For the past twenty years I’ve remained in contact with Jonathan Heap and Kurtwood Smith, and one of them mentioned in a recent email that it might be interesting to try and figure out whatever happened to Myron after the first story ended. Did he just stay in his rut, repeating one hour over and over and over — endlessly? Or might there be an escape for him after all. I went to sleep with that question in my mind and woke up the next morning with the answer, ready to write “12:02 PM.”
 
Did the writing of this story present you with any significant challenges?
 
From a creative viewpoint, I had to decide just when the new story would take place. After all, it had been 37 years since I wrote “12:01 PM.” I decided that “12:02 PM” should continue the narrative seamlessly. Once I sat down and turned on my computer — I was tempted to rev up the ancient IBM Selectric I wrote “12:01 PM” on but decided not to do that  — I was amazed that I was able to slip right back into the writing mode of the first story.
 
What kind of research, if any, did you have to do for the story?
 
I’m an old New York hand, and even though I’ve lived in California for more than 40 years, I had no problem with getting my head back into the Manhattan of that era. I’m convinced that “You can take the New Yorker out of New York but you can’t take New York out of the New Yorker.” “12:02 PM” takes place on Vanderbilt Avenue, in the Public Library, in the Chrysler Building, and in Bryant Park. I had no problem revisiting all of these locales, “seeing” a copy of the old Daily Mirror, or “eating” in various midtown restaurants.
 
What are you working on now?
 
My latest mixed-genre collection, Dreams, should be out from Mythos Books very shortly. And a police procedural novel, Rookie Blues, is in production at Dark Sun Press, a new publisher in Virginia. I’ve promised a Lovecraftian novel, Beneath the Karst, to Perilous Press. I hope to write that book later this year.
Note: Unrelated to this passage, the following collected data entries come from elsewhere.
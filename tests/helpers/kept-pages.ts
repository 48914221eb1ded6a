// What a kept page answers with (lib/page-cache.ts): a shared-cache lifetime and a hash-only script policy.
import { createHash } from 'node:crypto';
import { expect } from 'vitest';

const KEPT_CACHE_CONTROL = 'public, max-age=0, s-maxage=10, must-revalidate';

/** The script-src directive of a Content-Security-Policy. */
export function scriptSrc(policy: string): string {
  return (
    policy
      .split(';')
      .map((d) => d.trim())
      .find((d) => d.startsWith('script-src')) ?? ''
  );
}

/** Checks a kept page's policy: no nonce, no unsafe-inline, and a hash for exactly its inline scripts. */
export async function expectKept(res: Response, label: string): Promise<string> {
  expect(res.status, label).toBe(200);
  expect(res.headers.get('cache-control'), label).toBe(KEPT_CACHE_CONTROL);
  const src = scriptSrc(res.headers.get('content-security-policy') ?? '');
  expect(src, label).not.toContain("'nonce-");
  expect(src, label).not.toContain("'unsafe-inline'");
  expect(src, label).not.toContain("'strict-dynamic'");
  const html = await res.text();
  expect(html, label).not.toMatch(/\snonce="/);
  // Nor a nonce inside the framework's payload: every worker keeps the same bytes for one state.
  expect(html, label).not.toMatch(/nonce\\":\\"[A-Za-z0-9+/=]{8,}/);
  const inline = [...html.matchAll(/<script\b([^>]*)>([\s\S]*?)<\/script>/g)].filter((m) => !/\bsrc=/.test(m[1]));
  expect(inline.length, label).toBeGreaterThan(0);
  const listed = new Set(src.match(/'sha256-[^']+'/g));
  const needed = new Set(inline.map((m) => `'sha256-${createHash('sha256').update(m[2]).digest('base64')}'`));
  expect(listed, label).toEqual(needed);
  return html;
}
And I’ve been
Editorial Director at Surinam Turtle Press, an imprint of Ramble House, for several years. I’ve been having a great time there. Always wanted to be a publisher, and finally made it. I do wish I had a bigger budget to work with — or any budget! — but I have marvelous support from my boss, Fender Tucker, and our chief designer and art director, Gavin O’Keefe.
 
Anything else you’d like to add?
 
The first story I ever submitted to a professional magazine, I sent to F&SF in 1951. Anthony Boucher rejected it. He was right to do so, it was strictly amateur stuff. But Tony offered such encouragement that I kept on trying and finally got into this great magazine. I’m proud any time I appear in its pages, and hope to continue doing so for many years to come.

* “12:02 P.M.” appears in the Jan./Feb. 2011 issue of F&SF.